Our Way Out speculated that Moscow preferred to include former inmates for inclusion in the exchange program as it was likely that they could be easily manipulated to return to the front.


Russia’s Defense Ministry and the Wagner mercenary group recruited heavily from Russian prisons in late 2022 and throughout 2023 to make up for manpower losses during the so-called “special military operation” in Ukraine. Convicts were promised pardons in exchange for as little as six months of military service. This has led to some worrying cases

In November of 2023, the self-confessed member of a Satanic sect, who had been sentenced in 2010 to 20 years in prison for murder, cannibalism and the violation of dead bodies, had been freed after completing six months of military service fighting in Moscow’s war in Ukraine.

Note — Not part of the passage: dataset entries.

/**
 * manifest.xml: parses with the Office manifest tool (offline `info`; the
 * networked `validate` is `npm run validate`), and declares what the shared
 * runtime needs — the SharedRuntime and CustomFunctionsRuntime requirement
 * sets, one long-lived runtime on taskpane.html that is also the functions'
 * page and the ribbon's function file, the HUSH namespace — with every
 * resource id resolved and every icon present at the size it claims.
 * Expected structure: "Configure your Office Add-in to use a shared runtime"
 * (Microsoft Learn, Office Add-ins documentation, add-in only manifest tab).
 */
import { spawnSync } from 'child_process';
import { readFileSync } from 'fs';
import { createRequire } from 'module';
import path from 'path';
import { beforeAll, describe, expect, it } from 'vitest';
import { APP_VERSION } from '../src/plan/version';

const requireHere = createRequire(__filename);
// xml2js comes with office-addin-manifest (a dev dependency), which parses manifests with it.
const { parseStringPromise } = requireHere('xml2js') as { parseStringPromise(xml: string): Promise<Record<string, unknown>> };
const { drawIcon, SIZES } = requireHere('../scripts/make-icons.js') as { drawIcon(size: number): Buffer; SIZES: number[] };

const root = path.join(__dirname, '..');
const manifestPath = path.join(root, 'manifest.xml');
const text = readFileSync(manifestPath, 'utf8');
const DEV = 'https://localhost:3000/';

// xml2js shape: elements are arrays, attributes under `$`.
type Node = { $?: Record<string, string>; _?: string } & { [child: string]: Node[] | Record<string, string> | string | undefined };
let app: Node;

function child(node: Node, name: string): Node {
  const list = node[name] as Node[] | undefined;
  if (!list || list.length !== 1) throw new Error(`expected one <${name}> (found ${list ? list.length : 0})`);
  return list[0];
}
function children(node: Node, name: string): Node[] {
  return (node[name] as Node[] | undefined) ?? [];
}
function attr(node: Node, name: string): string {
  const v = node.$?.[name];
  if (v === undefined) throw new Error(`missing attribute ${name}`);
  return v;
}

let resources: { urls: Map<string, string>; images: Map<string, string>; shortStrings: Map<string, string>; longStrings: Map<string, string> };
let host: Node;

beforeAll(async () => {
  const doc = await parseStringPromise(text);
  app = doc.OfficeApp as Node;
  const overrides = child(app, 'VersionOverrides');
  host = child(child(overrides, 'Hosts'), 'Host');
  const res = child(overrides, 'Resources');
  const table = (group: string, item: string) =>
    new Map(children(child(res, group), item).map((n) => [attr(n, 'id'), attr(n, 'DefaultValue')] as [string, string]));
  resources = {
    urls: table('bt:Urls', 'bt:Url'),
    images: table('bt:Images', 'bt:Image'),
    shortStrings: table('bt:ShortStrings', 'bt:String'),
    longStrings: table('bt:LongStrings', 'bt:String'),
  };
});

describe('manifest.xml', () => {
  it('is read by `office-addin-manifest info` (offline)', () => {
    const cli = path.join(root, 'node_modules/office-addin-manifest/cli.js');
    const r = spawnSync(process.execPath, [cli, 'info', manifestPath], { encoding: 'utf8', input: '' });
    expect(r.status, r.stderr).toBe(0);
    expect(r.stdout).toContain('Name: Hush absorber planner');
    expect(r.stdout).toContain('Hosts: Workbook');
    expect(r.stdout).toContain('Type: TaskPaneApp');
    expect(r.stdout).toContain(`Source Location: ${DEV}taskpane.html`);
  });

  it('is a task pane add-in for workbooks with our own name and a version-4 GUID', () => {
    expect(attr(app, 'xsi:type')).toBe('TaskPaneApp');
    expect(child(app, 'Id') as unknown as string).toMatch(/^[0-9a-f]{8}-[0-9a-f]{4}-4[0-9a-f]{3}-[89ab][0-9a-f]{3}-[0-9a-f]{12}$/);
    expect(attr(child(app, 'DisplayName'), 'DefaultValue')).toBe('Hush absorber planner');
    expect(attr(child(child(app, 'Hosts'), 'Host'), 'Name')).toBe('Workbook');
    expect(attr(child(child(app, 'DefaultSettings'), 'SourceLocation'), 'DefaultValue')).toBe(`${DEV}taskpane.html`);
  });

  it('the manifest version follows package.json (n.n.n.0)', () => {
    const pkg = JSON.parse(readFileSync(path.join(root, 'package.json'), 'utf8'));
    expect(child(app, 'Version') as unknown as string).toBe(`${pkg.version}.0`);
    // The version the command line and the worksheet report (src/plan/version.ts) is the package's.
    expect(APP_VERSION).toBe(pkg.version);
  });

  it('requires SharedRuntime 1.1 and CustomFunctionsRuntime 1.2, the set of CustomFunctions.Error the functions return', () => {
    const sets = children(child(child(app, 'Requirements'), 'Sets'), 'Set').map((s) => [attr(s, 'Name'), attr(s, 'MinVersion')]);
    expect(sets).toEqual(
      expect.arrayContaining([
        ['SharedRuntime', '1.1'],
        // "CustomFunctions.Error class … API set: CustomFunctionsRuntime 1.2" (Microsoft Learn, Office JavaScript API reference).
        ['CustomFunctionsRuntime', '1.2'],
      ]),
    );
    // The requirement follows from the code: the worksheet functions report errors with messages.
    expect(readFileSync(path.join(root, 'src/functions/errors.ts'), 'utf8')).toMatch(/new CustomFunctions\.Error\(\w+, /);
  });

  it('declares one long-lived runtime on taskpane.html, first inside <Host>', () => {
    const runtimes = children(child(host, 'Runtimes'), 'Runtime');
    expect(runtimes).toHaveLength(1);
    expect(attr(runtimes[0], 'lifetime')).toBe('long');
    expect(attr(runtimes[0], 'resid')).toBe('Taskpane.Url');
    expect(resources.urls.get('Taskpane.Url')).toBe(`${DEV}taskpane.html`);
    // The shared runtime loads only when <Runtimes> comes straight after <Host> (same source).
    const hostBody = text.slice(text.indexOf('<Host xsi:type="Workbook">'));
    expect(hostBody.search(/<Runtimes>/)).toBeLessThan(hostBody.search(/<AllFormFactors>/));
  });

  it('runs the functions in that same runtime, under the HUSH namespace, with generated metadata', () => {
    const ext = child(child(host, 'AllFormFactors'), 'ExtensionPoint');
    expect(attr(ext, 'xsi:type')).toBe('CustomFunctions');
    expect(attr(child(child(ext, 'Page'), 'SourceLocation'), 'resid')).toBe('Taskpane.Url');
    expect(resources.urls.get(attr(child(child(ext, 'Script'), 'SourceLocation'), 'resid'))).toBe(`${DEV}functions.js`);
    expect(resources.urls.get(attr(child(child(ext, 'Metadata'), 'SourceLocation'), 'resid'))).toBe(`${DEV}functions.json`);
    expect(resources.shortStrings.get(attr(child(ext, 'Namespace'), 'resid'))).toBe('HUSH');
  });

  it('has a ribbon button that opens the task pane, with the function file in the shared runtime', () => {
    const desktop = child(host, 'DesktopFormFactor');
    expect(attr(child(desktop, 'FunctionFile'), 'resid')).toBe('Taskpane.Url');
    const surface = child(desktop, 'ExtensionPoint');
    expect(attr(surface, 'xsi:type')).toBe('PrimaryCommandSurface');
    const control = child(child(child(surface, 'OfficeTab'), 'Group'), 'Control');
    expect(attr(control, 'xsi:type')).toBe('Button');
    const action = child(control, 'Action');
    expect(attr(action, 'xsi:type')).toBe('ShowTaskpane');
    expect(attr(child(action, 'SourceLocation'), 'resid')).toBe('Taskpane.Url');
  });

  it('resolves every resid it uses', () => {
    const known = new Set([...resources.urls.keys(), ...resources.images.keys(), ...resources.shortStrings.keys(), ...resources.longStrings.keys()]);
    const used = [...text.matchAll(/resid="([^"]+)"/g)].map((m) => m[1]);
    expect(used.length).toBeGreaterThan(10);
    for (const id of used) expect(known.has(id), id).toBe(true);
  });

  it('every icon it names exists in assets/ as a PNG of the size it claims', () => {
    const urls = [...text.matchAll(/https:\/\/localhost:3000\/(assets\/icon-(\d+)\.png)/g)];
    expect(urls.length).toBeGreaterThanOrEqual(5);
    for (const [, file, size] of urls) {
      const png = readFileSync(path.join(root, file));
      expect(png.subarray(0, 8).toString('hex'), file).toBe('89504e470d0a1a0a');
      // IHDR: width and height, big-endian, at bytes 16 and 20 (PNG specification, §11.2.2).
      expect(png.readUInt32BE(16), file).toBe(Number(size));
      expect(png.readUInt32BE(20), file).toBe(Number(size));
    }
  });

  it('the icons are what scripts/make-icons.js draws (regenerate them with `npm run icons`)', () => {
    expect(SIZES).toEqual([16, 32, 64, 80, 128]);
    for (const size of SIZES) {
      expect(Buffer.compare(drawIcon(size), readFileSync(path.join(root, `assets/icon-${size}.png`))), `icon-${size}.png`).toBe(0);
    }
  });
});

The practice of pardoning convicts in exchange for enlisting for the fighting in Ukraine was only taken into legislation and approved by Russian lawmakers in June 2023, nearly 16 months into the war and almost a year after the first reports that Wagner was recruiting convicts were made.

The Moscow Times cited a leading Russian prisoner’s rights activist, Olga Romanova, who said in August that as many as 80,000 convicts had been recruited, with at least 20,000 being released after fighting. It is believed that recruitment efforts are continuing.


As previously reported by Kyiv Post a number of those pardoned and released have gone on to commit further crimes after returning from Ukraine. It was reported in early October that almost 30 murders had been committed by returnees, many of which were frightening in their savagery.